> **Work instruction**
Each line that has the string "readout" must be copied from the records below.

> **Given entries**
_ENS = "realization: mean"
VARIABLES: dict[str, Var] = {
    "count_mean": Var(("species", "t"), "1", "ensemble mean of the count", _ENS),
    "count_var": Var(("species", "t"), "1", "ensemble variance of the count (ddof = 1)",
                     "realization: variance"),
    "count_continuum": Var(("species", "t"), "1",
                           "continuum rate equations from the ensemble mean state at t = 0"),
    "stationary_mean": Var(("species",), "1", "time-weighted mean count over the window",
                           "t: mean realization: mean"),
    "stationary_mean_stderr": Var(("species",), "1",
                                  "standard error of the time-weighted mean count"),
    "stationary_var": Var(("species",), "1",
                          "time-weighted variance of the count about the pooled mean",
                          "t: variance realization: mean"),
    "stationary_var_stderr": Var(("species",), "1",
                                 "standard error of the time-weighted variance"),
    "steady_continuum": Var(("species",), "1", "continuum steady-state count"),
    "var_lna": Var(("species",), "1", "linear-noise variance of the count"),
    "mean_next_order": Var(("species",), "1",
                           "next-order (1/volume) correction of the mean count: predicted "
                           "exact stationary mean minus the continuum steady state"),
    "relaxation_time_lna": Var(("mode",), "s", "linear-noise relaxation time"),
    "psd": Var(("species", "frequency"), "Hz-1",
               "one-sided power spectral density of the count fluctuation", _ENS),
    "psd_low": Var(("species", "frequency"), "Hz-1", "lower end of the 95 % interval of psd"),
    "psd_high": Var(("species", "frequency"), "Hz-1", "upper end of the 95 % interval of psd"),
    "psd_lna": Var(("species", "frequency"), "Hz-1",
                   "linear-noise one-sided power spectral density of the count"),
    "events": Var(("channel",), "1", "events in the window, all trajectories together"),
    "event_rate": Var(("channel",), "s-1", "mean events per second per trajectory", _ENS),
    "current_mean": Var((), "A", "mean readout current", "t: mean realization: mean"),
    "current_mean_continuum": Var((), "A", "continuum steady-state readout current"),
    "current_psd": Var(("frequency",), "A2 Hz-1",
                       "one-sided power spectral density of the readout current", _ENS),
    "current_psd_low": Var(("frequency",), "A2 Hz-1",
                           "lower end of the 95 % interval of current_psd"),
    "current_psd_high": Var(("frequency",), "A2 Hz-1",
                            "upper end of the 95 % interval of current_psd"),
    "current_shot_noise": Var((), "A2 Hz-1",
                              "white level of the collected current, full shot noise of every "
                              "crossing: 2 q (I_out + I_in)"),
    "current_psd_lna": Var(("frequency",), "A2 Hz-1",
                           "linear-noise one-sided power spectral density of the current"),
    "current_noise_rms": Var((), "A", "rms noise current over the readout band [readout] "
                             "band_Hz, square root of the spectrum integrated over the band"),
    "current_noise_rms_low": Var((), "A", "lower end of the 95 % interval of current_noise_rms"),
    "current_noise_rms_high": Var((), "A",
                                  "upper end of the 95 % interval of current_noise_rms"),
    "current_noise_rms_lna": Var((), "A", "linear-noise rms noise current over the readout "
                                 "band"),
    "count_histogram": Var(("species", "count_value"), "1",
                           "time-weighted probability of each count over the window", _ENS),
    "donors": Var(("realization",), "1", "donors in the volume of each trajectory"),
    "acceptors": Var(("realization",), "1", "acceptors in the volume of each trajectory"),
    "trap_count": Var(("realization", "trap_level"), "1", "traps of each level per trajectory"),
    "trajectory_mean": Var(("realization", "species"), "1",
                           "time-weighted mean count of each trajectory", "t: mean"),
    "plateau": Var(("species", "component"), "Hz-1",
                   "low-frequency plateau of each fitted Lorentzian component"),
    "plateau_stderr": Var(("species", "component"), "Hz-1", "standard error of plateau"),
    "corner_frequency": Var(("species", "component"), "Hz",
                            "corner frequency of each fitted Lorentzian component"),
    "corner_frequency_stderr": Var(("species", "component"), "Hz",
                                   "standard error of corner_frequency"),
    "tau_spectrum": Var(("species", "component"), "s",
                        "time constant 1/(2 pi f_c) of each fitted component"),
    "tau_spectrum_stderr": Var(("species", "component"), "s", "standard error of tau_spectrum"),
    "spectrum_kind": Var(("species",), "1",
                         "one or two Lorentzians fitted, or unresolved"),
    "current_plateau": Var(("component",), "A2 Hz-1",
                           "low-frequency plateau of each component of the current spectrum"),
    "current_plateau_stderr": Var(("component",), "A2 Hz-1", "standard error of current_plateau"),
    "current_corner_frequency": Var(("component",), "Hz",
                                    "corner frequency of each component of the current spectrum"),
    "current_corner_frequency_stderr": Var(("component",), "Hz",
                                           "standard error of current_corner_frequency"),
    "current_tau_spectrum": Var(("component",), "s",
                                "time constant 1/(2 pi f_c) of the current spectrum"),
    "current_tau_spectrum_stderr": Var(("component",), "s",
                                       "standard error of current_tau_spectrum"),
    "current_spectrum_kind": Var((), "1", "one or two Lorentzians fitted, or unresolved"),
    "tau_correlation": Var(("species",), "s", "integrated correlation time S(0)/(4 var)"),
    "tau_correlation_stderr": Var(("species",), "s", "standard error of tau_correlation"),
    "tau_correlation_lna": Var(("species",), "s",
                               "linear-noise integrated correlation time S(0)/(4 var)"),
    "deviation_mean": Var(("species",), "1",
                          "relative deviation of the mean count from the continuum"),
    "deviation_mean_stderr": Var(("species",), "1", "standard error of deviation_mean"),
    "deviation_var": Var(("species",), "1",
                         "relative deviation of the variance from the linear-noise value"),
    "deviation_var_stderr": Var(("species",), "1", "standard error of deviation_var"),
    "deviation_tau": Var(("species",), "1",
                         "relative deviation of the correlation time from the linear-noise value"),
    "deviation_tau_stderr": Var(("species",), "1", "standard error of deviation_tau"),
    "response_amplitude": Var(("species",), "1",
                              "amplitude of the mean count's response at the drive frequency"),
    "response_amplitude_stderr": Var(("species",), "1", "standard error of response_amplitude"),
    "response_phase": Var(("species",), "rad",
                          "phase of the response relative to sin(2 pi f t) of the drive"),
    "response_phase_stderr": Var(("species",), "rad", "standard error of response_phase"),
    "response_amplitude_continuum": Var(("species",), "1",
                                        "continuum (linearised) response amplitude"),
    "response_phase_continuum": Var(("species",), "rad", "continuum (linearised) response phase"),
    "current_response_amplitude": Var((), "A", "amplitude of the current's response"),
    "current_response_amplitude_stderr": Var((), "A",
                                             "standard error of current_response_amplitude"),
    "current_response_phase": Var((), "rad", "phase of the current's response"),
    "current_response_phase_stderr": Var((), "rad", "standard error of current_response_phase"),
    "current_response_amplitude_continuum": Var((), "A",
                                                "continuum response amplitude of the current"),
    "current_response_phase_continuum": Var((), "rad",
                                            "continuum response phase of the current"),
    "pixel_current_mean": Var(("realization",), "A", "mean readout current of each pixel"),
    "pixel_count_mean": Var(("realization",), "1", "mean electron count of each pixel"),
    "pixel_current_noise": Var(("realization", "noise_frequency"), "A2 Hz-1",
                               "each pixel's current noise at the chosen frequencies"),
    "pixel_count_noise": Var(("realization", "noise_frequency"), "Hz-1",
                             "each pixel's electron-count noise at the chosen frequencies"),
    "pixel_current_spectrum": Var(("realization", "pixel_frequency"), "A2 Hz-1",
                                  "each pixel's current spectrum, band-averaged"),
    "pixel_count_spectrum": Var(("realization", "pixel_frequency"), "Hz-1",
                                "each pixel's electron-count spectrum, band-averaged"),
    "worst_pixel": Var(("worst",), "1", "pixels with the most noise at the first frequency"),
    "fraction_above_threshold": Var(("noise_frequency",), "1",
                                    "fraction of pixels whose noise exceeds the threshold"),
    "fraction_above_threshold_stderr": Var(("noise_frequency",), "1",
                                           "binomial standard error of that fraction"),
    "single_trap_share": Var(("realization", "noise_frequency"), "1",
                             "largest share of a pixel's readout noise added by one single trap"),
    "telegraph_fraction": Var(("noise_frequency",), "1",
                              "fraction of pixels whose noise one single trap dominates"),
    "telegraph_fraction_stderr": Var(("noise_frequency",), "1",
                                     "binomial standard error of telegraph_fraction"),
    "probability_outside": Var((), "1", "probability mass outside the truncated state space"),
    "intrinsic_density": Var((), "cm-3", "intrinsic carrier density used"),
    "band_gap": Var((), "eV", "band gap of the material at the temperature"),
    "current_psd_photon": Var(("frequency",), "A2 Hz-1",
                              "part of the linear-noise current spectrum driven by the shot "
                              "noise of the optical generation"),
    # band-averaged spectra (10 bands per decade), see grmc.bands
    "psd_band": Var(("species", "frequency_band"), "Hz-1",
                    "PSD of the count averaged over the band's Fourier frequencies", _ENS),
    "psd_band_low": Var(("species", "frequency_band"), "Hz-1",
                        "lower end of the 95 % interval of psd_band (chi-squared with the "
                        "band's 2 K m degrees of freedom: K segments, m Fourier frequencies)"),
    "psd_band_high": Var(("species", "frequency_band"), "Hz-1",
                         "upper end of the 95 % interval of psd_band (chi-squared with the "
                         "band's 2 K m degrees of freedom: K segments, m Fourier frequencies)"),
    "psd_band_lna": Var(("species", "frequency_band"), "Hz-1",
                        "linear-noise PSD averaged over the band's Fourier frequencies"),
    "current_psd_band": Var(("frequency_band",), "A2 Hz-1",
                            "PSD of the readout current averaged over the band's Fourier "
                            "frequencies", _ENS),
    "current_psd_band_low": Var(("frequency_band",), "A2 Hz-1",
                                "lower end of the 95 % interval of current_psd_band "
                                "(chi-squared with the band's 2 K m degrees of freedom)"),
    "current_psd_band_high": Var(("frequency_band",), "A2 Hz-1",
                                 "upper end of the 95 % interval of current_psd_band "
                                 "(chi-squared with the band's 2 K m degrees of freedom)"),
    "current_psd_band_lna": Var(("frequency_band",), "A2 Hz-1",
                                "linear-noise PSD of the readout current averaged over the "
                                "band's Fourier frequencies"),
    "band_frequencies": Var(("frequency_band",), "1",
                            "Fourier frequencies averaged in the band (m)"),
    "pixel_var": Var(("realization", "species"), "1",
                     "each pixel's own time-weighted variance of the count", "t: variance"),
    "pixel_var_lna": Var(("realization", "species"), "1",
                         "linear-noise variance of each pixel's own model"),
    "pixel_steady_continuum": Var(("realization", "species"), "1",
                                  "continuum steady-state count of each pixel's own model"),
    "psd_lna_pixels": Var(("species", "frequency"), "Hz-1",
                          "average over the pixels of each pixel's own linear-noise spectrum"),
    "current_psd_lna_pixels": Var(("frequency",), "A2 Hz-1",
                                  "average over the pixels of each pixel's own linear-noise "
                                  "current spectrum"),
    "pixel_current_noise_median": Var(("noise_frequency",), "A2 Hz-1",
                                      "median over the pixels of the current noise"),
    "pixel_count_noise_median": Var(("noise_frequency",), "Hz-1",
                                    "median over the pixels of the electron-count noise"),
    "pixel_current_relative_noise_median": Var(("noise_frequency",), "Hz-1",
                                               "median over the pixels of the current noise "
                                               "divided by the squared mean current"),
    "pixel_count_relative_noise_median": Var(("noise_frequency",), "Hz-1",
                                             "median over the pixels of the electron-count "
                                             "noise divided by the squared mean count"),
    "flicker_coefficient": Var(("species",), "Hz-1",
                               "K of S = K / (f / 1 Hz)^alpha fitted over the 1/f band"),
    "flicker_coefficient_stderr": Var(("species",), "Hz-1",
                                      "standard error of flicker_coefficient"),
    "flicker_exponent": Var(("species",), "1", "alpha of S = K / f^alpha"),
    "flicker_exponent_stderr": Var(("species",), "1", "standard error of flicker_exponent"),
    "flicker_corner_frequency": Var(("species",), "Hz",
                                    "frequency where K / f^alpha meets a resolved G-R plateau"),
    "current_flicker_coefficient": Var((), "A2 Hz-1",
                                       "K of the current's S = K / (f / 1 Hz)^alpha"),
    "current_flicker_coefficient_stderr": Var((), "A2 Hz-1",
                                              "standard error of current_flicker_coefficient"),
    "current_flicker_exponent": Var((), "1", "alpha of the current's S = K / f^alpha"),
    "current_flicker_exponent_stderr": Var((), "1",
                                           "standard error of current_flicker_exponent"),
    "current_flicker_corner_frequency": Var((), "Hz",
                                            "frequency where the current's K / f^alpha meets "
                                            "its white level or G-R plateau"),
}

> **Answer space**
    "current_mean": Var((), "A", "mean readout current", "t: mean realization: mean"),
    "current_mean_continuum": Var((), "A", "continuum steady-state readout current"),
                       "one-sided power spectral density of the readout current", _ENS),
    "current_noise_rms": Var((), "A", "rms noise current over the readout band [readout] "
    "current_noise_rms_lna": Var((), "A", "linear-noise rms noise current over the readout "
    "pixel_current_mean": Var(("realization",), "A", "mean readout current of each pixel"),
                             "largest share of a pixel's readout noise added by one single trap"),
                            "PSD of the readout current averaged over the band's Fourier "
                                "linear-noise PSD of the readout current averaged over the "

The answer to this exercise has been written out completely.